System Evolution and Lessons Learned
- The architecture evolved from few web servers and databases to multiple frontend clusters while addressing challenges like read-heavy workloads and failure management.
- Managing data replication and consistency became crucial as they scaled operations across various regions.
Operational Efficiency Insights
- A key lesson learned was pushing complexity into clients rather than server-to-server communication which enhances operational capabilities.
- Emphasizing operational efficiency alongside performance led to improved configuration management despite slower performance through multi-step routing processes.

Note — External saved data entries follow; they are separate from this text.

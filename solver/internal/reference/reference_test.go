package reference

import (
	"fmt"
	"math"
	"testing"
)

func TestPlaneWallEigenTable(t *testing.T) {
	// Source: ζ1 confirmed in Watts, Essentials of Applied Mathematics (2007),
	// Table A.1; C1 from memory (Incropera et al., Table 5.1); both verified
	// by recomputation. Four decimals, so the tolerance is
	// half a unit in the last place.
	for _, tc := range []struct {
		Bi, zeta1, c1 float64
	}{
		{0.01, 0.0998, 1.0017},
		{0.1, 0.3111, 1.0161},
		{0.5, 0.6533, 1.0701},
		{1, 0.8603, 1.1191},
		{2, 1.0769, 1.1785},
		{5, 1.3138, 1.2402},
		{10, 1.4289, 1.2620},
		{20, 1.4961, 1.2699},
	} {
		z := PlaneWallEigen(tc.Bi, 1)[0]
		c := PlaneWallCoefficient(z)
		if math.Abs(z-tc.zeta1) > 0.5e-4 {
			t.Errorf("Bi = %g: ζ1 = %.6f, want %.4f", tc.Bi, z, tc.zeta1)
		}
		if math.Abs(c-tc.c1) > 0.5e-4 {
			t.Errorf("Bi = %g: C1 = %.6f, want %.4f", tc.Bi, c, tc.c1)
		}
	}
	// Source: exact limit Bi → ∞ (fixed face temperature): ζ1 = π/2, C1 = 4/π.
	z := PlaneWallEigen(math.Inf(1), 3)
	for i, want := range []float64{math.Pi / 2, 3 * math.Pi / 2, 5 * math.Pi / 2} {
		if z[i] != want {
			t.Errorf("Bi = ∞: ζ%d = %v, want %v", i+1, z[i], want)
		}
	}
	if c := PlaneWallCoefficient(z[0]); math.Abs(c-4/math.Pi) > 1e-15 {
		t.Errorf("Bi = ∞: C1 = %v, want 4/π = %v", c, 4/math.Pi)
	}
}

// TestPlaneWallEigenRoots checks every root against its defining equation
// and its interval, for Biot numbers from 1e-12 to 1e12.
func TestPlaneWallEigenRoots(t *testing.T) {
	const eps = 0x1p-52
	for _, Bi := range []float64{0, 1e-12, 1e-6, 0.01, 0.1, 1, 3.7, 10, 100, 1e4, 1e8, 1e12} {
		z := PlaneWallEigen(Bi, 200)
		for i, zn := range z {
			lo := float64(i) * math.Pi
			if !(zn >= lo && zn <= lo+math.Pi/2) {
				t.Fatalf("Bi = %g: ζ%d = %v outside [%v, %v]", Bi, i+1, zn, lo, lo+math.Pi/2)
			}
			// Residual of f(ζ) = ζ sin ζ − Bi cos ζ: a root correct to a few
			// ulp of ζ leaves |f| ≲ 4ε·ζ·|f'(ζ)| plus the round-off of f.
			s, c := math.Sincos(zn)
			res := math.Abs(zn*s - Bi*c)
			tol := 4*eps*zn*math.Abs(s+zn*c+Bi*s) + 4*eps*(zn+Bi)
			if res > tol {
				t.Errorf("Bi = %g: ζ%d = %v leaves residual %.3g > %.3g", Bi, i+1, zn, res, tol)
			}
		}
	}
	// Source: analytic; C1 = 1 + ζ1²/6 + O(ζ1⁴): the series branch below
	// ζ = 1e-4 must join the closed form.
	for _, z := range []float64{0.99e-4, 1.01e-4, 1e-3} {
		want := 1 + z*z/6 - z*z*z*z/360 // next term from the Taylor series of 4 sin ζ/(2ζ + sin 2ζ)
		if got := PlaneWallCoefficient(z); math.Abs(got-want) > 1e-12 {
			t.Errorf("PlaneWallCoefficient(%g) = %.16f, want %.16f", z, got, want)
		}
	}
	// Source: analytic; as Bi → 0, ζ1² = Bi − Bi²/3 + O(Bi³).
	z := PlaneWallEigen(1e-8, 1)[0]
	if want := math.Sqrt(1e-8 - 1e-16/3); math.Abs(z-want) > 1e-15*want {
		t.Errorf("Bi = 1e-8: ζ1 = %v, want %v", z, want)
	}
}

func TestPlaneWallCentre(t *testing.T) {
	for _, tc := range []struct {
		Bi, Fo, want float64
	}{
		// Source: Carslaw & Jaeger 1959, §3.11, derived full-series centre value
		// (regression value computed from the published formula).
		{1, 0.5, 0.772526},
		// Source: as above.
		{10, 0.5, 0.454641},
	} {
		got := PlaneWall(tc.Bi, tc.Fo, 0)
		t.Logf("Bi = %g, Fo = %g: θ*(0) = %.9f", tc.Bi, tc.Fo, got)
		if math.Abs(got-tc.want) > 0.5e-6 {
			t.Errorf("PlaneWall(%g, %g, 0) = %.8f, want %.6f", tc.Bi, tc.Fo, got, tc.want)
		}
	}
}

// TestPlaneWallOneTerm compares the series with the one-term approximation
// θ* ≈ C1 exp(−ζ1² Fo) cos(ζ1 x*) of Incropera et al. eq. 5.40, for
// Fo ≥ 0.5: the difference must stay below the size of
// the neglected terms.
func TestPlaneWallOneTerm(t *testing.T) {
	for _, Bi := range []float64{0.1, 1, 10} {
		for _, Fo := range []float64{0.5, 1, 2} {
			z1 := PlaneWallEigen(Bi, 2)
			c1 := PlaneWallCoefficient(z1[0])
			// Bound of the neglected terms: |C2| exp(−ζ2² Fo) times a
			// factor 2 for the rest of the tail (ζn ≥ (n−1)π).
			bound := 2 * math.Abs(PlaneWallCoefficient(z1[1])) * math.Exp(-z1[1]*z1[1]*Fo)
			for _, x := range []float64{0, 0.5, 1} {
				one := c1 * math.Exp(-z1[0]*z1[0]*Fo) * math.Cos(z1[0]*x)
				if d := math.Abs(PlaneWall(Bi, Fo, x) - one); d > bound {
					t.Errorf("Bi = %g, Fo = %g, x* = %g: series − one term = %.3g > bound %.3g", Bi, Fo, x, d, bound)
				}
			}
		}
	}
}

// TestPlaneWallIdentities checks that the series satisfies the problem it
// claims to solve: the heat equation ∂θ/∂Fo = ∂²θ/∂x*², the convective face
// −∂θ/∂x* = Bi θ at x* = 1, the initial condition, and the energy balance
// dθ̄/dFo = −Bi θ(1). Derivatives by differences with steps scaled to the
// length (√Fo) and time (Fo) scales of the solution, dx = 1e-3√Fo and
// dFo = 1e-3·Fo: relative truncation ~ 1e-6, round-off ~ ε/1e-6 ≈ 1e-10.
func TestPlaneWallIdentities(t *testing.T) {
	for _, Bi := range []float64{0.1, 1, 10, math.Inf(1)} {
		for _, Fo := range []float64{0.01, 0.05, 0.2, 1} {
			d, dt := 1e-3*math.Sqrt(Fo), 1e-3*Fo
			for _, x := range []float64{0, 0.3, 0.7, 0.95} {
				dFo := (PlaneWall(Bi, Fo+dt, x) - PlaneWall(Bi, Fo-dt, x)) / (2 * dt)
				dxx := (PlaneWall(Bi, Fo, x+d) - 2*PlaneWall(Bi, Fo, x) + PlaneWall(Bi, Fo, x-d)) / (d * d)
				if math.Abs(dFo-dxx) > 1e-5*max(1, math.Abs(dFo)) {
					t.Errorf("Bi = %g, Fo = %g, x* = %g: ∂θ/∂Fo = %.8g but ∂²θ/∂x*² = %.8g", Bi, Fo, x, dFo, dxx)
				}
			}
			if math.IsInf(Bi, 1) {
				if th := PlaneWall(Bi, Fo, 1); math.Abs(th) > 1e-12 {
					t.Errorf("Bi = ∞, Fo = %g: θ(1) = %g, want 0", Fo, th)
				}
				continue
			}
			// One-sided second-order difference at the face.
			dx := (3*PlaneWall(Bi, Fo, 1) - 4*PlaneWall(Bi, Fo, 1-d) + PlaneWall(Bi, Fo, 1-2*d)) / (2 * d)
			if want := -Bi * PlaneWall(Bi, Fo, 1); math.Abs(dx-want) > 1e-6*max(1, math.Abs(want)) {
				t.Errorf("Bi = %g, Fo = %g: ∂θ/∂x*(1) = %.8g, want −Bi θ(1) = %.8g", Bi, Fo, dx, want)
			}
			dm := (PlaneWallMean(Bi, Fo+dt) - PlaneWallMean(Bi, Fo-dt)) / (2 * dt)
			if want := -Bi * PlaneWall(Bi, Fo, 1); math.Abs(dm-want) > 1e-6*max(1, math.Abs(want)) {
				t.Errorf("Bi = %g, Fo = %g: dθ̄/dFo = %.8g, want −Bi θ(1) = %.8g", Bi, Fo, dm, want)
			}
			// The mean is the integral of the profile (Simpson, 200 panels,
			// error ~ h⁴·max|θ''''| ≪ 1e-9).
			const n = 200
			s := PlaneWall(Bi, Fo, 0) + PlaneWall(Bi, Fo, 1)
			for i := 1; i < n; i++ {
				w := 2.0
				if i%2 == 1 {
					w = 4
				}
				s += w * PlaneWall(Bi, Fo, float64(i)/n)
			}
			if got, want := s/(3*n), PlaneWallMean(Bi, Fo); math.Abs(got-want) > 1e-9 {
				t.Errorf("Bi = %g, Fo = %g: ∫θ dx* = %.12f, PlaneWallMean = %.12f", Bi, Fo, got, want)
			}
		}
	}
	// Initial condition: at small Fo the interior is still at θ = 1.
	if th := PlaneWall(10, 1e-4, 0.5); math.Abs(th-1) > 1e-12 {
		t.Errorf("PlaneWall(10, 1e-4, 0.5) = %.15f, want 1", th)
	}
	if PlaneWall(3, 0, 0.2) != 1 || PlaneWall(0, 5, 1) != 1 {
		t.Errorf("Fo = 0 or Bi = 0 must give θ* = 1")
	}
}

// TestPlaneWallEarlyIsSemiInfinite: at small Fo the face region of the wall
// behaves as a semi-infinite solid, so two independent closed forms must
// agree (the far face is 2 − (1−x*) ≥ 1.9 L away, beyond 60 √Fo).
func TestPlaneWallEarlyIsSemiInfinite(t *testing.T) {
	const Fo = 1e-3 // with L = k = α = 1: t = Fo, h = Bi
	for _, Bi := range []float64{0.5, 5, 50, math.Inf(1)} {
		for _, x := range []float64{1, 0.99, 0.95, 0.9} {
			wall := PlaneWall(Bi, Fo, x)
			semi := 1 - SemiInfiniteConvection(1-x, Fo, 1, Bi, 1)
			if math.Abs(wall-semi) > 1e-11 {
				t.Errorf("Bi = %g, x* = %g: plane wall %.14f, semi-infinite %.14f", Bi, x, wall, semi)
			}
		}
	}
}

func TestSemiInfiniteStepErf(t *testing.T) {
	// Source: Holman, Heat Transfer, Table A-1 (confirmed).
	// Tolerance: one unit in the last printed place, because the table
	// truncates rather than rounds (erf 1.5 = 0.9661051 is printed 0.96610).
	for _, tc := range []struct {
		eta, want, tol float64
	}{
		{0.5, 0.52050, 1e-5},
		{1.0, 0.84270, 1e-5},
		{1.5, 0.96610, 1e-5},
		{2.0, 0.995322, 1e-6},
	} {
		// x = 2η√(αt) with α = 1e-6 m²/s, t = 100 s.
		alpha, tt := 1e-6, 100.0
		x := 2 * tc.eta * math.Sqrt(alpha*tt)
		if got := SemiInfiniteStep(x, tt, alpha); math.Abs(got-tc.want) > tc.tol {
			t.Errorf("η = %g: θ = %.7f, want erf = %v", tc.eta, got, tc.want)
		}
	}
	if SemiInfiniteStep(0, 10, 1) != 0 || SemiInfiniteStep(1, 0, 1) != 1 {
		t.Errorf("surface must be at θ = 0 and t = 0 at θ = 1")
	}
}

func TestSemiInfiniteConvection(t *testing.T) {
	// Source: Nellis & Klein, Heat Transfer (2009), Table 3-2 worked example
	// (confirmed): T = 389.5 K; closed form 389.543 K.
	const Ti, Tinf = 393.0, 355.0
	th := SemiInfiniteConvection(3e-3, 100, 4.029e-6, 50, 10)
	T := Ti + th*(Tinf-Ti)
	t.Logf("Nellis & Klein example: T = %.4f K", T)
	if math.Abs(T-389.5) > 0.05 {
		t.Errorf("T = %.4f K, want 389.5 K (published)", T)
	}
	if math.Abs(T-389.543) > 0.5e-3 {
		t.Errorf("T = %.4f K, want 389.543 K (closed form)", T)
	}

	// Source: analytic limit h → ∞ is the fixed-surface (erf) solution.
	for _, x := range []float64{0, 1e-3, 5e-3} {
		got := SemiInfiniteConvection(x, 50, 1e-6, 1e12, 1)
		want := 1 - SemiInfiniteStep(x, 50, 1e-6)
		if math.Abs(got-want) > 1e-9 {
			t.Errorf("h → ∞, x = %g: %.12f, want erfc = %.12f", x, got, want)
		}
	}
	if got := SemiInfiniteConvection(0, 50, 1e-6, math.Inf(1), 1); got != 1 {
		t.Errorf("h = ∞ at the surface: %v, want 1", got)
	}

	// Large arguments, where exp(hx/k + h²αt/k²) overflows: the result must
	// stay finite, in [0, 1], and decrease with depth.
	prev := 2.0
	for _, x := range []float64{0, 0.01, 0.1, 1, 10} {
		got := SemiInfiniteConvection(x, 1e6, 1e-4, 1e4, 1)
		if !(got >= 0 && got <= 1) || got > prev {
			t.Errorf("large arguments, x = %g: θ = %v (previous depth %v)", x, got, prev)
		}
		prev = got
	}

	// Surface energy balance, an identity: the heat taken in up to t,
	// ρc(T∞ − Ti)·∫θ dx, equals ∫ h(T∞ − T_s) dt. Simpson in x to
	// 0.3 m = 15√(αt) (20 000 panels) and in s = √t (2000 panels; the face
	// temperature goes as √t near t = 0, smooth in s).
	const alpha, h, k, tEnd = 1e-6, 200.0, 1.0, 400.0
	const nx, L = 20000, 0.3
	in := 0.0
	for i := 0; i <= nx; i++ {
		w := 2.0
		switch {
		case i == 0 || i == nx:
			w = 1
		case i%2 == 1:
			w = 4
		}
		in += w * SemiInfiniteConvection(L*float64(i)/nx, tEnd, alpha, h, k)
	}
	in *= L / nx / 3 / alpha * k // ρc = k/α
	const ns = 2000
	sEnd := math.Sqrt(tEnd)
	out := 0.0
	for i := 0; i <= ns; i++ {
		w := 2.0
		switch {
		case i == 0 || i == ns:
			w = 1
		case i%2 == 1:
			w = 4
		}
		s := sEnd * float64(i) / ns
		out += w * 2 * s * h * (1 - SemiInfiniteConvection(0, s*s, alpha, h, k))
	}
	out *= sEnd / ns / 3
	if math.Abs(in-out) > 1e-8*out {
		t.Errorf("energy stored %.9g J/m² per K of ΔT, through the face %.9g", in, out)
	}
}

func TestErfcx(t *testing.T) {
	// Both branches agree where both are valid (the direct product keeps
	// about z²·ε relative accuracy).
	for _, z := range []float64{20, 22, 24, 25.9, 26, 26.5} {
		direct := math.Exp(z*z) * math.Erfc(z)
		asym := erfcxAsymptotic(z)
		if math.Abs(direct-asym) > 2e-13*asym {
			t.Errorf("z = %g: direct %.16g, asymptotic %.16g", z, direct, asym)
		}
	}
	// Source: analytic, erfcx(z) → 1/(z√π) as z → ∞.
	if got, want := erfcx(1e8), 1/(1e8*math.SqrtPi); math.Abs(got-want) > 1e-15*want {
		t.Errorf("erfcx(1e8) = %v, want %v", got, want)
	}
}

func TestNthOrderCure(t *testing.T) {
	const k = 2e-3
	for _, tc := range []struct {
		n    float64
		want func(t float64) float64
	}{
		// Source: analytic, n = 0: α = kt until full cure.
		{0, func(t float64) float64 { return min(1, k*t) }},
		// Source: analytic, n = 1: α = 1 − e^{−kt}.
		{1, func(t float64) float64 { return 1 - math.Exp(-k*t) }},
		// Source: analytic, n = 2: α = kt/(1 + kt).
		{2, func(t float64) float64 { return k * t / (1 + k*t) }},
		// Source: analytic, n = ½: α = 1 − (1 − kt/2)², complete at t = 2/k.
		{0.5, func(t float64) float64 { return 1 - math.Pow(max(0, 1-k*t/2), 2) }},
	} {
		for _, tt := range []float64{0, 10, 300, 999, 1000, 1500} {
			if got, want := NthOrderCure(k, tc.n, tt), tc.want(tt); math.Abs(got-want) > 1e-14 {
				t.Errorf("n = %g, t = %g: α = %.16f, want %.16f", tc.n, tt, got, want)
			}
		}
	}
	// The ODE dα/dt = k(1−α)^n, by central differences, for general n, and
	// continuity at n = 1.
	for _, n := range []float64{0.3, 1.5, 2.7} {
		for _, tt := range []float64{50, 200, 600} {
			d := 1e-2
			rate := (NthOrderCure(k, n, tt+d) - NthOrderCure(k, n, tt-d)) / (2 * d)
			want := k * math.Pow(1-NthOrderCure(k, n, tt), n)
			if math.Abs(rate-want) > 1e-8*want {
				t.Errorf("n = %g, t = %g: dα/dt = %.10g, want k(1−α)^n = %.10g", n, tt, rate, want)
			}
		}
	}
	if a, b := NthOrderCure(k, 1+1e-9, 400), NthOrderCure(k, 1, 400); math.Abs(a-b) > 1e-9 {
		t.Errorf("n → 1: %.15f vs %.15f", a, b)
	}
}

func TestLogisticCure(t *testing.T) {
	// Source: analytic; from α0 = ½ the logistic reaches ¾ at kt = ln 3.
	if got := LogisticCure(0.01, 0.5, math.Log(3)/0.01); math.Abs(got-0.75) > 1e-15 {
		t.Errorf("α(ln 3/k) = %v, want 0.75", got)
	}
	const k = 0.01
	for _, a0 := range []float64{1e-6, 0.01, 0.3} {
		for _, tt := range []float64{0, 100, 1000, 3000} {
			d := 1e-2
			a := LogisticCure(k, a0, tt)
			if tt == 0 && a != a0 {
				t.Errorf("α(0) = %v, want %v", a, a0)
			}
			if tt == 0 {
				continue
			}
			rate := (LogisticCure(k, a0, tt+d) - LogisticCure(k, a0, tt-d)) / (2 * d)
			want := k * a * (1 - a)
			// Round-off of the difference: ε/(2d) ≈ 1e-14.
			if math.Abs(rate-want) > 1e-8*want+1e-14 {
				t.Errorf("α0 = %g, t = %g: dα/dt = %.10g, want kα(1−α) = %.10g", a0, tt, rate, want)
			}
		}
	}
	if LogisticCure(1, 0, 100) != 0 || LogisticCure(1, 0.5, 1e6) != 1 {
		t.Errorf("α0 = 0 must stay 0; long times must reach 1")
	}
}

func TestFrankKamenetskii(t *testing.T) {
	dc, thc := FrankKamenetskiiSlabCritical()
	t.Logf("δc = %.9f, θm,c = %.9f", dc, thc)
	// Source: Frank-Kamenetskii (1969); 0.88 confirmed in Boddington, Gray &
	// Wake, Proc. R. Soc. A (1977), abstract; 0.8785 to four decimals,
	// exact 0.8784577 (verified).
	if math.Abs(dc-0.8785) > 0.5e-4 || math.Abs(dc-0.8784577) > 0.5e-7 {
		t.Errorf("δc = %.9f, want 0.8785 (exact 0.8784577)", dc)
	}
	// Source: Frank-Kamenetskii, Diffusion and Heat Exchange in Chemical Kinetics, 1969; θm,c = 1.1868 (slab).
	if math.Abs(thc-1.1868) > 0.5e-4 {
		t.Errorf("θm,c = %.9f, want 1.1868", thc)
	}
	for _, tc := range []struct{ delta, want float64 }{
		// Source: lower-branch centre values derived from
		// the exact solution.
		{0.1, 0.052224},
		{0.5, 0.328952},
		{0.8, 0.746459},
	} {
		got, ok := FrankKamenetskiiSlab(tc.delta)
		if !ok || math.Abs(got-tc.want) > 0.5e-6 {
			t.Errorf("δ = %g: θ(0) = %.8f (ok %v), want %.6f", tc.delta, got, ok, tc.want)
		}
	}
	// Identity: the returned centre value solves δ = 2τ²/cosh²τ with
	// θm = 2 ln cosh τ, for δ down to 1e-12 (where θm ≈ δ/2).
	for _, delta := range []float64{1e-12, 1e-6, 0.01, 0.3, 0.87, dc * (1 - 1e-9)} {
		th, ok := FrankKamenetskiiSlab(delta)
		// cosh τ = e^{θ/2}, i.e. 2 sinh²(τ/2) = e^{θ/2} − 1.
		tau := 2 * math.Asinh(math.Sqrt(math.Expm1(th/2)/2))
		back := 2 * tau * tau * math.Exp(-th)
		if !ok || math.Abs(back-delta) > 1e-9*delta {
			t.Errorf("δ = %g: θ(0) = %g gives back δ = %g", delta, th, back)
		}
	}
	if _, ok := FrankKamenetskiiSlab(0.879); ok {
		t.Errorf("δ = 0.879 > δc must have no steady state")
	}
}

func TestPanics(t *testing.T) {
	for i, f := range []func(){
		func() { PlaneWallEigen(-1, 3) },
		func() { PlaneWallEigen(1, -1) },
		func() { PlaneWall(1, -0.1, 0) },
		func() { PlaneWall(1, 0.1, 1.5) },
		func() { PlaneWall(math.NaN(), 0.1, 0) },
		func() { SemiInfiniteStep(-1, 1, 1) },
		func() { SemiInfiniteConvection(0, 1, 0, 1, 1) },
		func() { NthOrderCure(1, -1, 1) },
		func() { LogisticCure(1, 1.5, 1) },
		func() { FrankKamenetskiiSlab(-1) },
	} {
		t.Run(fmt.Sprint(i), func(t *testing.T) {
			defer func() {
				if recover() == nil {
					t.Errorf("no panic")
				}
			}()
			f()
		})
	}
}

Independent Scaling of Components
- Separating caching mechanisms from persistent storage allows for independent scaling: caches handle high read rates while databases manage updates and storage capacity effectively.
Addressing Bottlenecks in Memcache
Discussion on Memcache Server Limitations
- The speaker acknowledges that bottlenecks within individual memcache servers were not discussed but are significant when considering all memcache servers communicating with web servers simultaneously.

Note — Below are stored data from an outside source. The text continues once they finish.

@pytest.fixture(scope="module")
def reports(tmp_path_factory):
    """Markdown and HTML reports of the demo cases used here, and their JSON documents."""
    out = tmp_path_factory.mktemp("content")
    got = {}
    for case in (KMOL, CARBON, HINDERED, UNBALANCED, SHIFT, DESIGN):
        entry = {}
        for suffix in (".md", ".html", ".json"):
            target = out / f"{case.stem}{suffix}"
            rc, _, err = run(["check", case, "--report", target])
            assert rc in (0, 1), err
            entry[suffix] = target.read_text(encoding="utf-8")
        entry["doc"] = json.loads(entry[".json"])
        got[case.stem] = entry
    return got


# ------------------------------------------------------------------ the case as entered

def test_feed_in_kmol_appears_as_entered_and_results_in_kmol(reports):
    md = reports[KMOL.stem][".md"]
    feed = md_table(md, "Feed (entered in kmol; results are given in kmol)")
    assert feed[0] == ["species", "amount as entered", "amount, mol (SI)"]
    # by hand from the case file: 120 kmol CH4, 360 kmol H2O, 2.4 kmol N2
    assert feed[1:] == [["CH4", "120 kmol", "120000"], ["H2O", "360 kmol", "360000"], ["N2", "2.4 kmol", "2400"]]
    comp = md_table(md, "Equilibrium composition (amounts in kmol, the unit of the feed)")
    assert comp[0] == ["species", "gas (present, assumed): amount, kmol", "gas: mole fraction"]
    amounts = {row[0]: float(row[1]) for row in comp[1:]}
    # identity (element balance): carbon fed as 120 kmol CH4 leaves as CH4 + CO + CO2, in kmol
    assert amounts["CH4"] + amounts["CO"] + amounts["CO2"] == pytest.approx(120, rel=1e-5)
    assert amounts["N2"] == pytest.approx(2.4, rel=1e-9)            # N2 is inert here
    # the same total as the JSON's (which keeps mol)
    gas = reports[KMOL.stem]["doc"]["equilibrium"]["phases"][0]
    assert amounts["phase total"] == pytest.approx(gas["moles"] / 1000, rel=1e-5)


def test_specifications_as_written_beside_their_si_values(reports):
    spec = md_table(reports[KMOL.stem][".md"], "Specifications")
    # 850 degC = 1123.15 K and 25 bar = 2.5 MPa (SI brochure, BIPM 2019: degC offset 273.15; 1 bar = 1e5 Pa)
    assert spec[1:] == [["temperature", "850 degC", "1123.15 K"], ["pressure", "25 bar", "2500000 Pa"]]


def test_case_file_embedded_with_its_sha256(reports):
    for case in (KMOL, CARBON):
        digest = hashlib.sha256(case.read_bytes()).hexdigest()
        text = case.read_text(encoding="utf-8")
        page = reports[case.stem][".html"]
        m = re.search(r"<details><summary>(.*?)</summary><pre>(.*?)</pre></details>", page, re.S)
        assert m, "the HTML embeds the case file in a collapsible block"
        assert digest in m.group(1) and html.unescape(m.group(2)) == text
        md = reports[case.stem][".md"]
        appendix = md.split("## Appendix: case file", 1)[1].split("## Sign-off", 1)[0]
        assert digest in appendix
        assert f"```yaml\n{text.rstrip()}\n```" in appendix


def test_provenance_hashes_every_thermo_file_and_names_versions(reports):
    import cantera as ct
    md = reports[CARBON.stem][".md"]
    files = md_table(md, "Files read")
    rows = {r[1]: r for r in files[1:]}
    assert rows[str(CARBON)][0] == "case file"
    for name in ("nasa_gas.yaml", "nasa_condensed.yaml"):   # gas and graphite: both databases are read
        path = next(Path(d) / name for d in ct.get_data_directories() if (Path(d) / name).is_file())
        assert rows[name][2] == hashlib.sha256(path.read_bytes()).hexdigest()
    software = {r[0]: r[1] for r in md_table(md, "Software")[1:]}
    assert software["cantera"] == ct.__version__
    assert software["auditor (this tool)"] == reports[CARBON.stem]["doc"]["tool"]["version"]


def test_path_is_shown_as_given_not_resolved(tmp_path):
    shutil.copy(DESIGN, tmp_path / "design.yaml")
    rc, _, err = run(["check", "design.yaml", "--report", "r.md"], cwd=tmp_path)
    assert rc == 0, err
    files = md_table((tmp_path / "r.md").read_text(encoding="utf-8"), "Files read")
    assert files[1][:2] == ["case file", "design.yaml"]


def test_sign_off_block_closes_the_report(reports):
    for suffix in (".md", ".html"):
        text = reports[DESIGN.stem][suffix]
        tail = text[text.rindex("Sign-off"):]
        for words in ("prepared by", "checked by", "Revision"):
            assert words in tail
    md = reports[DESIGN.stem][".md"]
    assert md.rstrip().endswith("________________________________")


# ------------------------------------------------------------------ results as tables, words not Python

def test_composition_table_one_row_per_species_and_columns_per_phase(reports):
    md = reports[CARBON.stem][".md"]
    comp = md_table(md, "Equilibrium composition (amounts in mol, the unit of the feed)")
    assert comp[0] == ["species", "gas (present, assumed): amount, mol", "gas: mole fraction",
                       "graphite (present, not assumed): amount, mol", "graphite: mole fraction"]
    species = [r[0] for r in comp[1:-1]]
    assert species == ["CH4", "H2O", "CO", "CO2", "H2", "C(gr)"]      # each once, in the case's order
    gas_x = [float(r[2]) for r in comp[1:-1] if r[2]]
    assert sum(gas_x) == pytest.approx(1, abs=1e-5)                   # identity: mole fractions sum to 1
    n = {r[0]: float(r[1] or r[3]) for r in comp[1:]}
    # identity (element balance, feed CH4 1 + H2O 0.5 mol): C = 1, H = 5, O = 0.5
    assert n["CH4"] + n["CO"] + n["CO2"] + n["C(gr)"] == pytest.approx(1, rel=1e-5)
    assert 4 * n["CH4"] + 2 * n["H2O"] + 2 * n["H2"] == pytest.approx(5, rel=1e-5)
    assert n["H2O"] + n["CO"] + 2 * n["CO2"] == pytest.approx(0.5, rel=1e-5)
    assert "mole fractions in" not in reports[CARBON.stem][".html"], "the composition is not drawn a second time"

Provisioning Strategies for Performance
- Effective provisioning must account for both average cases and worst-case scenarios due to potential spikes in demand affecting throughput significantly.
Future Considerations for Storage Technologies
Exploring Flash Storage Options
Memcached: Key Insights and Applications
Importance of In-Memory Key-Value Stores
- The effectiveness of memcached as a fast and efficient in-memory key-value store is critical for serving the needs of high-demand sites.
- There are no compelling reasons to replace memcached, as it continues to perform well in its role within system architecture.
Requirements for Caching Systems
- A fundamental requirement for caching systems like memcached is the ability to fetch numerous small data items quickly, addressing what Facebook refers to as a "small data problem."
- Handling billions of operations efficiently is essential; memcache significantly aids in managing these high rates of data retrieval.
Cache Size and Utilization
- Discussion on cache size reveals that items can remain in the cache for varying durations based on their usage patterns, with some lasting only hours or days due to high churn workloads.
- It's crucial to separate persistent storage from caching layers; caches should primarily hold frequently accessed "hot" data rather than all database content.
Data Virality and Cache Efficiency
- The virality of content affects cache utilization; not all items will be equally popular or frequently accessed, impacting how long they stay cached.